Active inference and the free energy principle are concepts from neuroscience, cognitive science, and theoretical biology. They might sound complex, but they essentially address how organisms perceive, learn, and act in ever-changing environments.
The free energy principle was developed by neuroscientist Karl Friston. It states that living systems strive to minimize “free energy,” or surprise, in their sensory inputs.
“Surprise” (or prediction error) can be costly or risky. Minimizing it helps organisms stay in familiar, adaptive states and avoid harmful or unexpected situations.
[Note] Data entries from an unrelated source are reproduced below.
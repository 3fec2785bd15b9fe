package org.lanesift.annotation;

/**
 * Receives annotations as a chain produces them, in the order stages emit them (which is time
 * order per stage, not necessarily across stages). A GUI implements it to draw rows; the command
 * line implements it to write JSON Lines. Called on the thread that runs the chain.
 */
@FunctionalInterface
public interface AnnotationSink {
    /**
     * Takes one annotation.
     *
     * @param source id of the chain instance that emitted it
     * @param annotation the annotation
     */
    void accept(String source, Annotation annotation);
}
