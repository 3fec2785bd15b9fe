package org.lanesift.plugins.dualedge;

import java.nio.charset.StandardCharsets;
import java.util.ArrayList;
import java.util.Arrays;
import java.util.List;
import java.util.Locale;
import org.lanesift.annotation.Annotation;
import org.lanesift.annotation.Severity;
import org.lanesift.data.Artifact;
import org.lanesift.data.BitSets;
import org.lanesift.data.BitStream;
import org.lanesift.data.Block;
import org.lanesift.data.Edges;
import org.lanesift.data.FindingRef;
import org.lanesift.json.JsonWriter;
import org.lanesift.json.NumberStyle;
import org.lanesift.plugin.Stage;
import org.lanesift.plugin.StageContext;
import org.lanesift.report.Source;
import org.lanesift.report.Sourced;
import org.lanesift.time.Femtos;
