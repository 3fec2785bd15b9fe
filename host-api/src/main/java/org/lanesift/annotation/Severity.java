package org.lanesift.annotation;

/** How much an annotation matters to the user. */
public enum Severity {
    /** Decoded content or a measurement: nothing wrong. */
    INFO,
    /** The result is usable but something is marginal (a margin below 15 % of a UI, a level near a limit). */
    WARNING,
    /** Something is wrong (a checksum mismatch, a level outside the standard, a lost lock). */
    ERROR
}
Active inference takes the free energy principle further by incorporating action into the process. Instead of passively waiting for sensory input, an organism actively seeks information or takes steps to make the world match its predictions.
Example: If you’re unsure whether a surface is hot, you might carefully touch it. This action confirms or corrects your prediction, thus minimizing surprise. If it turns out cooler than expected, you update your mental model for future reference.
1. Free Energy Principle: Organisms aim to minimize surprise by keeping predictions in line with reality.
2. Active Inference: They take action to reduce uncertainty, continually updating their understanding of the world.
By showing how perception and action work together to minimize uncertainty, active inference offers a powerful lens into cognition and behavior. Whether you’re interested in neuroscience, artificial intelligence, or everyday decision-making, these concepts reveal a unifying principle: to predict the world and to act so those predictions come true—or get revised for greater accuracy.